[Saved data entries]
╭──

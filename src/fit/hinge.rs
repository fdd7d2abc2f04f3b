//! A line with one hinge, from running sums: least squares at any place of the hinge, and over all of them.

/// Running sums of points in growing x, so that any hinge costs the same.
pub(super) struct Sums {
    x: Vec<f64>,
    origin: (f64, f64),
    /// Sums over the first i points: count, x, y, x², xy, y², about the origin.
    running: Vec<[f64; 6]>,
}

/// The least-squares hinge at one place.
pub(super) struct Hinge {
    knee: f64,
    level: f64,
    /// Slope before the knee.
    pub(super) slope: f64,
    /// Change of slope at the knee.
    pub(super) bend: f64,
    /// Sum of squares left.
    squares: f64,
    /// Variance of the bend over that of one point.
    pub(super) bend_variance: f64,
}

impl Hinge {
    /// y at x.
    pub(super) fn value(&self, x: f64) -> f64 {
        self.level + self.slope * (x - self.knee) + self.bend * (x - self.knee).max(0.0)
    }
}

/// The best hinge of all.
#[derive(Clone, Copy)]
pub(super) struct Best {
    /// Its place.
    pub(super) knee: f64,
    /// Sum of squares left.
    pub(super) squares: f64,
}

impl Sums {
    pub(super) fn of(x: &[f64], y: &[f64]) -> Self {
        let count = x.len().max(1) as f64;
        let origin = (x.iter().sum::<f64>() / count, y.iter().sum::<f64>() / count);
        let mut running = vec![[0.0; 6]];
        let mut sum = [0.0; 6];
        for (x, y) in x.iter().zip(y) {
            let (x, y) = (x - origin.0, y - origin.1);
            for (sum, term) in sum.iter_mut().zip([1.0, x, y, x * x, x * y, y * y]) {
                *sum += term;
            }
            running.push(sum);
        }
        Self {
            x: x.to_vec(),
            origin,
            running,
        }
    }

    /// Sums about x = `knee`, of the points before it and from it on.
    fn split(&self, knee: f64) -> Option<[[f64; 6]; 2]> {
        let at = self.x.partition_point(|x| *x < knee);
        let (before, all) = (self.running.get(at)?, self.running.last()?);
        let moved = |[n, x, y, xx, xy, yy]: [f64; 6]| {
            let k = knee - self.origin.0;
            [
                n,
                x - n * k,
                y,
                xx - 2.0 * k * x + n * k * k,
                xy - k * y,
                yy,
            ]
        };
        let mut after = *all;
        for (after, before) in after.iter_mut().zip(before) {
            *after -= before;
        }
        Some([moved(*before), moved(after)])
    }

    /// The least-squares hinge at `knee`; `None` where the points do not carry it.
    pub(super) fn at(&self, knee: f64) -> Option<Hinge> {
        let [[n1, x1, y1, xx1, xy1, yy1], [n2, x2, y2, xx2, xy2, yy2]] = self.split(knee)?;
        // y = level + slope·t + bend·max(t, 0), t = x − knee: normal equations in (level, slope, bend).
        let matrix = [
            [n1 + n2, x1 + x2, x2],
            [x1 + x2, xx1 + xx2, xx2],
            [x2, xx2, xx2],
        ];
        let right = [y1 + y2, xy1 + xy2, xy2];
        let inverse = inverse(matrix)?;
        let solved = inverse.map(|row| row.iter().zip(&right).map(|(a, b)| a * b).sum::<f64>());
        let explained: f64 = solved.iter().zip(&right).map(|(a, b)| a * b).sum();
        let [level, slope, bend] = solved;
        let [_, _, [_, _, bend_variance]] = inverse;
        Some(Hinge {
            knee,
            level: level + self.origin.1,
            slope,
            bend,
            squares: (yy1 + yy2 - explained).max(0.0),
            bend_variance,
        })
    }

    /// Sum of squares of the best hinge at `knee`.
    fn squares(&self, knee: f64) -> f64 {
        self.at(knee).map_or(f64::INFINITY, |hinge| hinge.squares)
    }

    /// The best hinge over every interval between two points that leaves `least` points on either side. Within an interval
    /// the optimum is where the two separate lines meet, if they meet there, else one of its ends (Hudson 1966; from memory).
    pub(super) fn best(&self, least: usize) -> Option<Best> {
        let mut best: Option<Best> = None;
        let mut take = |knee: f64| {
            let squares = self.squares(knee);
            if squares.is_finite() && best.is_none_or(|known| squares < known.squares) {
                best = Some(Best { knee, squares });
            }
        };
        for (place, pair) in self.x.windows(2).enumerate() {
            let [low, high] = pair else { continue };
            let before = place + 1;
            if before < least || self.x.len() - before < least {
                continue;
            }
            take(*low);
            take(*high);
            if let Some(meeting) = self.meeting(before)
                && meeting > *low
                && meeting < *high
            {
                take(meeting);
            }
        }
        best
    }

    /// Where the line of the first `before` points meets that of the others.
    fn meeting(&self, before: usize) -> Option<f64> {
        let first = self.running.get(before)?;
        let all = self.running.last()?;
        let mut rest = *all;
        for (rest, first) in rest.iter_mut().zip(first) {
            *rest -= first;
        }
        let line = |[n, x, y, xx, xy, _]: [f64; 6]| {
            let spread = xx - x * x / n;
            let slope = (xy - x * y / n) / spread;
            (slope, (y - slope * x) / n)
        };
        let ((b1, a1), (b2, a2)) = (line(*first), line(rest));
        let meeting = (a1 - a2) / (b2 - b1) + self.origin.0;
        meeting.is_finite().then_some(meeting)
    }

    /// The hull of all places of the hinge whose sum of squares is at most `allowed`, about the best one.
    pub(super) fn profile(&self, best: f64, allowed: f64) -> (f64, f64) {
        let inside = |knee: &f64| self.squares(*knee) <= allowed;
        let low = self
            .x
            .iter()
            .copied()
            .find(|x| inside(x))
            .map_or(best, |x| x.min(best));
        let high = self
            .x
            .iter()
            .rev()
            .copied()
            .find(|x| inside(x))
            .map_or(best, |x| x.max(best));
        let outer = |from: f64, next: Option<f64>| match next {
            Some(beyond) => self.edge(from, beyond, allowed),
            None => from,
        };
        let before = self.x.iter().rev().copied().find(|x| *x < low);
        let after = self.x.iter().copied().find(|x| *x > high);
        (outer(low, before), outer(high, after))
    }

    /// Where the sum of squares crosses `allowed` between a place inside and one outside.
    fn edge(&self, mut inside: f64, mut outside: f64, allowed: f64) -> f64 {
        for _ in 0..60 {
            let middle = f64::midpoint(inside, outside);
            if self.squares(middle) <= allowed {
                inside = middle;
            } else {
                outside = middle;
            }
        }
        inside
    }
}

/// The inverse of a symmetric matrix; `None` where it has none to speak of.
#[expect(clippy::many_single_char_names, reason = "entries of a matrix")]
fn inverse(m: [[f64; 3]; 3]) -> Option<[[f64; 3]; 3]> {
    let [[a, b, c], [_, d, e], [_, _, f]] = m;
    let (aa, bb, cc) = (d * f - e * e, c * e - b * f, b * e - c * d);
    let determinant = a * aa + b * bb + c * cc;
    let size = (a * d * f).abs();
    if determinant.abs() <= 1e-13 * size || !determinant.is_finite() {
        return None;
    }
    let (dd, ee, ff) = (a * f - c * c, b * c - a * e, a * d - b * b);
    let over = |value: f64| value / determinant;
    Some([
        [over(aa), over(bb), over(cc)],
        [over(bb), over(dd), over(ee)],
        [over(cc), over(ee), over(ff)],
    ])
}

╰──
╭──

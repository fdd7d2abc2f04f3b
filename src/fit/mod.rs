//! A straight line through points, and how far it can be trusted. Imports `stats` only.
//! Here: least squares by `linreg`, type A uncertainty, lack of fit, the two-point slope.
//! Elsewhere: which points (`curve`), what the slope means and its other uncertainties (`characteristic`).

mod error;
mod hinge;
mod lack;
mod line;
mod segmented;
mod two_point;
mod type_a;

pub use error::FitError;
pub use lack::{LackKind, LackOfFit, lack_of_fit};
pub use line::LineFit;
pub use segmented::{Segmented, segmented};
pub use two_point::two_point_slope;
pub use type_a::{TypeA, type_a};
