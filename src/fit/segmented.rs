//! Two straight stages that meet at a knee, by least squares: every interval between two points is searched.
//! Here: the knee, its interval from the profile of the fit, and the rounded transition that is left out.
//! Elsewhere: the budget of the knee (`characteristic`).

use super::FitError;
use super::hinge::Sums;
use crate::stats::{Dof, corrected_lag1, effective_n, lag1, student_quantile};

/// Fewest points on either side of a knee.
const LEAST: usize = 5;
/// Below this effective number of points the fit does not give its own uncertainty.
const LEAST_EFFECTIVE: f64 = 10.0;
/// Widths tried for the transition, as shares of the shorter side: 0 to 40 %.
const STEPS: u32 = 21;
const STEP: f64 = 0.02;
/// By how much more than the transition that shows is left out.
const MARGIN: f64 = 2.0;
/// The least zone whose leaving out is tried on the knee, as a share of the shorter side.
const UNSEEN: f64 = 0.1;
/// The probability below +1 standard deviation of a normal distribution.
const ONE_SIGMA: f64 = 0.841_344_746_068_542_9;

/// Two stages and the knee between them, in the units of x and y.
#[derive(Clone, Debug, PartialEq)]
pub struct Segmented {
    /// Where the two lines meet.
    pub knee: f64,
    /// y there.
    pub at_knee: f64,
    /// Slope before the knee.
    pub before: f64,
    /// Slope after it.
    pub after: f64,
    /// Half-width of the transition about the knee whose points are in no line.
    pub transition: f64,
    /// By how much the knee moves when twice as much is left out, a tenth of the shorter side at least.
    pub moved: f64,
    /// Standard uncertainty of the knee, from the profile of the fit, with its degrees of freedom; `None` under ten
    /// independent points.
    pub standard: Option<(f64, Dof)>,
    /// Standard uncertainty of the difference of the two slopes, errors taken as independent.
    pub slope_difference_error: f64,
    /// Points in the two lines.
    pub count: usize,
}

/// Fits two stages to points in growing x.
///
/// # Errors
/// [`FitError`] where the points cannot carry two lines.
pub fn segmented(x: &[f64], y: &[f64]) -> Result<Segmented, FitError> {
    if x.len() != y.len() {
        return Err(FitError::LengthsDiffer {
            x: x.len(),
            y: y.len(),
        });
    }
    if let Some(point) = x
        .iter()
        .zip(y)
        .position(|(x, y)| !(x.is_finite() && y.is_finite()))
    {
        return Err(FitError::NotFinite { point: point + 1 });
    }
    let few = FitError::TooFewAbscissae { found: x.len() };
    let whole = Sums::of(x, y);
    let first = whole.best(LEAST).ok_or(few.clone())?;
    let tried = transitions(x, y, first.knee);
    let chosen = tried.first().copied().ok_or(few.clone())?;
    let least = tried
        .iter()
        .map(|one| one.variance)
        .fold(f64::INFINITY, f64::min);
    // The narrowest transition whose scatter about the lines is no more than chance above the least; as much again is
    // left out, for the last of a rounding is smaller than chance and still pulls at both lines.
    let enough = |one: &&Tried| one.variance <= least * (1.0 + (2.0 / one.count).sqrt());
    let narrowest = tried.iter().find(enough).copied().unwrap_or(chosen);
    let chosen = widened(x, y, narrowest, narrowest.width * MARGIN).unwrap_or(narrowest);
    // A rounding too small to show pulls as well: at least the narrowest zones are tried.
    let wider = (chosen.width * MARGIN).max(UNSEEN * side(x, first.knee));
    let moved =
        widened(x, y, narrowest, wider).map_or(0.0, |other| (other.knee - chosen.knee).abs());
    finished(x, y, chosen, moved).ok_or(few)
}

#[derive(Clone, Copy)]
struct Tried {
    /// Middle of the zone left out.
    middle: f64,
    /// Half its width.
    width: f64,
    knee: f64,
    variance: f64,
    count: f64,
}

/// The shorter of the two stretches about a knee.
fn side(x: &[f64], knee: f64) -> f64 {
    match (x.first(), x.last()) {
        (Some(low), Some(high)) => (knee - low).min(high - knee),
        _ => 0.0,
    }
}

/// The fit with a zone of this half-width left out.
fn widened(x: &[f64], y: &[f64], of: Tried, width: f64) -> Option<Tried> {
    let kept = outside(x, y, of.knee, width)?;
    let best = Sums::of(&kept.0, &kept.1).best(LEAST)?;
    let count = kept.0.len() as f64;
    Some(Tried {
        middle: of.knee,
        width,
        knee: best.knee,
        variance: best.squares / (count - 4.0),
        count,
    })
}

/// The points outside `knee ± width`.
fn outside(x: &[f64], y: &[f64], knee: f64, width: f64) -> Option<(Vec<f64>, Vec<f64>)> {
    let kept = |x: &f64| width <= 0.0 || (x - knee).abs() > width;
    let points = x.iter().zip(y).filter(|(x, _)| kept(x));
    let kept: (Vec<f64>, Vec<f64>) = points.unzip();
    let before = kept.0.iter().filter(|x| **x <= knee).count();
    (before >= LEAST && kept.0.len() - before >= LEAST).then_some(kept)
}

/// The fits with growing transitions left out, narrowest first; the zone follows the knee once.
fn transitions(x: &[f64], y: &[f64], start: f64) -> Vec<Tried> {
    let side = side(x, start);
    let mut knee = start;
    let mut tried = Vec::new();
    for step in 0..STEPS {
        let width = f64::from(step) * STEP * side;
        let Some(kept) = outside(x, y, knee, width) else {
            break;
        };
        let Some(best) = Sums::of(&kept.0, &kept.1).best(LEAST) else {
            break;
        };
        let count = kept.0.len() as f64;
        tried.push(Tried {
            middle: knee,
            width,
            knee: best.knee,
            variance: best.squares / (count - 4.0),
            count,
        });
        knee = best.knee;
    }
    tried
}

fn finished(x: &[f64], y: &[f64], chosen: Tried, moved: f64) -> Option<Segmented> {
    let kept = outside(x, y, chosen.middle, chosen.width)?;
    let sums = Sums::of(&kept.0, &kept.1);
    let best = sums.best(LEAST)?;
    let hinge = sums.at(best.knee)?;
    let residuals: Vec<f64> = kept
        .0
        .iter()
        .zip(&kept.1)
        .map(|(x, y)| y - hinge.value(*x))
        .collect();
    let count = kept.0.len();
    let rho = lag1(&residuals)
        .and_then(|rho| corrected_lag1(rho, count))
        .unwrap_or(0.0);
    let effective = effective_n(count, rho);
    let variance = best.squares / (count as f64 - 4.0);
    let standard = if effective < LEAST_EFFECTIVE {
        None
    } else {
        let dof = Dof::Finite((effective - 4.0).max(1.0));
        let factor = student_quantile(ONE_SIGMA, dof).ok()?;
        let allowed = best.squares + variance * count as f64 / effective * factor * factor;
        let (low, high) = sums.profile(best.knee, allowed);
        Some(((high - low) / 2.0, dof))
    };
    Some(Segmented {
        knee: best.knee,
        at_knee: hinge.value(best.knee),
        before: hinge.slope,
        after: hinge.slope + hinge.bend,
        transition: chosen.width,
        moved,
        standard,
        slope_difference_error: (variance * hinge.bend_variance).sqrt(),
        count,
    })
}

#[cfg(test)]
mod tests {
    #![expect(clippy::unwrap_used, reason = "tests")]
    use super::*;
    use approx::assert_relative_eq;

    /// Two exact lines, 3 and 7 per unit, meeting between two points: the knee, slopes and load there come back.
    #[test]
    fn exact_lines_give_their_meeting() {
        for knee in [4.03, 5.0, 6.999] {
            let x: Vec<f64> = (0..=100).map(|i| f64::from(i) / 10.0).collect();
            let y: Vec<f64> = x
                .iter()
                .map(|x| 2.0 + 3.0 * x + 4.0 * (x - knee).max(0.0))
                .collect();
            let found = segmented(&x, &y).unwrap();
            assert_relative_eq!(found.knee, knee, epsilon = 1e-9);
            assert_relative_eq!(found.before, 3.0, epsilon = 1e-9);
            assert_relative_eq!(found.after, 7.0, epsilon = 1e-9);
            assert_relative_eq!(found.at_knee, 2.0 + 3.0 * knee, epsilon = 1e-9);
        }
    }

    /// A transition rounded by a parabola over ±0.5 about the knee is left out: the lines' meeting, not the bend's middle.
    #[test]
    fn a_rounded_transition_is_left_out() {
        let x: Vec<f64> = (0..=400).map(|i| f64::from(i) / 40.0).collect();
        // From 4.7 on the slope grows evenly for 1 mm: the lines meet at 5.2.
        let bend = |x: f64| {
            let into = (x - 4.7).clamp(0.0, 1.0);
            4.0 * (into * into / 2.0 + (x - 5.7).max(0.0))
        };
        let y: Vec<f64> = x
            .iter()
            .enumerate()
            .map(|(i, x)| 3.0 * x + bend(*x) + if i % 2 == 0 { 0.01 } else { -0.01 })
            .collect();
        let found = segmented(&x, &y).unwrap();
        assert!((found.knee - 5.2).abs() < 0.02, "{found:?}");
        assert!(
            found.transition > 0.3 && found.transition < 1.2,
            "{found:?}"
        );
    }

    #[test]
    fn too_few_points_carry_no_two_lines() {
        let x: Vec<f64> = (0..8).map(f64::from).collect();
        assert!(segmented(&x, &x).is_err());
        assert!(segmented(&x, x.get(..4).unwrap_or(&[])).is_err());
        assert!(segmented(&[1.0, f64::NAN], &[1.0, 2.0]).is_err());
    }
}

╰──

> _What you have to do_:
Note how many lines of the entries contain the string "every", then give that number by itself.

> _Solved problem_:
2